Snow leopard, for article on snow leopard population

Kazakhstan’s snow leopard population reaches near-historic levels

Snow leopards in Kazakhstan have rebounded to between 152 and 189 individuals — population levels not seen since the 1980s, and a 26% jump since 2019. Much of the credit goes to expanded protected areas like Ile-Alatau, Altyn-Emel, and Katon-Karagai, where a female with two cubs was recently spotted in territory once considered too marginal for the species. Rangers now use camera traps, drones, and thermal imaging across 14 natural areas, while a compensation program helps herders coexist with the cats instead of retaliating. Cross-border cooperation with Kyrgyzstan extends that protection beyond political lines. For one of the world’s most elusive big cats, it’s a quiet but powerful reminder that patient, coordinated conservation can actually turn the tide.

Horses on grassland, for article on Przewalski's horses

Wild horses return to Kazakhstan steppes after two-century absence

Przewalski’s horses—the only truly wild horse species left on Earth—are back on the Kazakh steppe after a two-century absence, with seven animals arriving from zoos in Berlin and Prague in June 2024. Their 30-hour flight aboard a Czech air force transport ended in the very landscape where humans likely first domesticated horses some 5,500 years ago. The herd is set to grow to 40 over the next five years, and the horses will quietly get to work as ecosystem engineers, spreading seeds and loosening soil as they roam. A similar effort in Mongolia has grown a wild population to roughly 1,500—a hopeful sign that this homecoming could ripple outward, restoring both a species and the grasslands that need it.

Aral Sea time lapse 1989 2014, for article on Aral Sea afforestation

Uzbekistan plants millions of acres of forest where the Aral Sea once lay

Aral Sea afforestation has covered 1.7 million hectares of dried lakebed with saxaul trees and other desert-tolerant plants over the past five years, transforming what was once the world’s fourth-largest lake into a slowly recovering landscape. The work is led on the ground by Karakalpak communities, where women gather seeds each autumn and men join planting crews through the winter. A single mature saxaul shrub can hold back several tons of moving sand, shielding nearby towns from the toxic dust storms that have driven respiratory illness for decades. It’s an imperfect, weather-dependent effort — but a hopeful model for how nature-based restoration can heal landscapes that seemed beyond saving.

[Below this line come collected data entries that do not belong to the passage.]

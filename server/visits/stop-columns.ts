import type * as z from 'zod';
import {
  type DayHours,
  type StoreHours,
  hoursOfDay,
  unknownHours,
  weekdays,
} from '@shared/fleet/store-hours';
import { parseCalendarDate, weekdayOf } from '@shared/calendar/calendar-date';
import type { stop } from '@shared/visits/route-parts';

export type Stop = z.output<typeof stop>;

/** A store as a stop, built in SQL from `stores s`, so that a row carries it whole. */
export const stopColumn = `
  jsonb_build_object('id', s.id, 'number', s.number, 'name', s.name, 'addressLine', s.address_line,
    'city', s.city, 'usState', s.state, 'postalCode', s.postal_code, 'phone', s.phone,
    'accessNote', s.access_note, 'latitude', s.latitude, 'longitude', s.longitude,
    'timeZone', s.time_zone) AS store`;

/** A store's hours on a date; null when it stays closed. */
export function hoursOn(hours: Partial<StoreHours>, date: string): DayHours | null {
  const day = weekdays[weekdayOf(parseCalendarDate(date))] ?? 'MO';
  return hoursOfDay({ ...unknownHours, ...hours }, day);
}
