import type { State } from './fleet-memory';
import type { UnitColumns } from './fleet-records';
import type { RowDraft } from './row-draft';

/**
 * A unit after a row: what the row says, else what was known.
 * @param today the store's day
 * @returns undefined, and the faults in the draft, where the row cannot be taken
 */
export function mergeUnit(
  draft: RowDraft,
  storeId: string,
  before: UnitColumns | null,
  id: string,
  today: string,
): State<UnitColumns> | undefined {
  const { values, number } = draft.row;
  draft.notAhead('unitInstalledOn', values.unitInstalledOn, today);
  draft.notAhead('outOfServiceSince', values.outOfServiceSince, today);
  const vats = values.vats ?? before?.vats;
  if (vats === undefined) draft.need('vats');
  if (vats === undefined || draft.isBad) return undefined;
  const oil = values.oilPounds;
  const columns: UnitColumns = {
    store_id: storeId,
    tag: before?.tag ?? values.unitTag ?? '',
    kind: values.unitKind ?? before?.kind ?? 'built-in',
    vats,
    // The database keeps one decimal.
    oil_pounds: oil === undefined ? (before?.oil_pounds ?? null) : Math.round(oil * 10) / 10,
    model: values.unitModel ?? before?.model ?? '',
    installed_on: values.unitInstalledOn ?? before?.installed_on ?? null,
    out_of_service_since: values.outOfServiceSince ?? before?.out_of_service_since ?? null,
  };
  return { id, columns, retired: false, row: number };
}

African girl sleeping on mother's shoulder, for article on global child mortality

‘Historic milestone’ as global child mortality hits record low of 4.9 million in 2022

Child deaths worldwide have fallen to 4.9 million in 2022 — the lowest number ever recorded, and roughly half the toll of the year 2000. Behind that drop is decades of unglamorous, working-everyday care: vaccines, bed nets, oral rehydration, skilled midwives, and community health workers showing up in their own neighborhoods. Rwanda offers a remarkable glimpse of what’s possible, having cut its under-five mortality rate by more than 80% since the aftermath of the 1994 genocide through community-based insurance and a serious investment in primary care. The number is still far too high, and newborns and children in conflict zones remain especially vulnerable. But the trend is one of humanity’s quiet, steady triumphs — proof that coordinated care, sustained over decades, saves millions of lives.

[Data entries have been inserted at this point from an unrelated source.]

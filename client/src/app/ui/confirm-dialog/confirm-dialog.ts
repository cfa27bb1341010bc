import { ChangeDetectionStrategy, Component, inject } from '@angular/core';
import { FormControl, ReactiveFormsModule, Validators } from '@angular/forms';
import { MatButton } from '@angular/material/button';
import {
  MAT_DIALOG_DATA,
  MatDialogActions,
  MatDialogClose,
  MatDialogContent,
  MatDialogRef,
  MatDialogTitle,
} from '@angular/material/dialog';
import { MatError, MatFormField, MatLabel } from '@angular/material/form-field';
import { MatInput } from '@angular/material/input';
import { FieldError } from '../form/field-error';
import type { Answer, Question } from './confirm';

/** The dialog behind {@link Confirm}. */
@Component({
  selector: 'vw-confirm-dialog',
  imports: [
    FieldError,
    MatButton,
    MatDialogActions,
    MatDialogClose,
    MatDialogContent,
    MatDialogTitle,
    MatError,
    MatFormField,
    MatInput,
    MatLabel,
    ReactiveFormsModule,
  ],
  templateUrl: './confirm-dialog.html',
  styles: `
    mat-form-field {
      width: 100%;
      margin-top: var(--vw-space-4);
    }
    .grave {
      --mat-button-filled-container-color: var(--vw-vermilion);
      --mat-button-filled-label-text-color: var(--vw-on-vermilion);
    }
  `,
  changeDetection: ChangeDetectionStrategy.OnPush,
})
export class ConfirmDialog {
  protected readonly question = inject<Question>(MAT_DIALOG_DATA);
  private readonly ref = inject<MatDialogRef<ConfirmDialog, Answer>>(MatDialogRef);

  protected readonly reason = new FormControl('', {
    nonNullable: true,
    validators: this.question.reason ? [Validators.required, Validators.maxLength(500)] : [],
  });

  protected accept(): void {
    if (this.reason.invalid) {
      this.reason.markAsTouched();
      return;
    }
    this.ref.close({ reason: this.reason.value.trim() });
  }
}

Wild Saiga antelopes in steppe near watering pond

Saiga no longer endangered with 1.9 million roaming Central Asian Steppe

The IUCN Red List status of this timeless talisman of the Central Asian steppes has been changed from Critically Endangered to Near Threatened. The dramatic downlisting reflects a remarkable rebound in saiga numbers, particularly its Kazakhstan stronghold, where populations have bounced back from a perilously low 48,000 individuals in 2005 to a new high of over 1.9 million.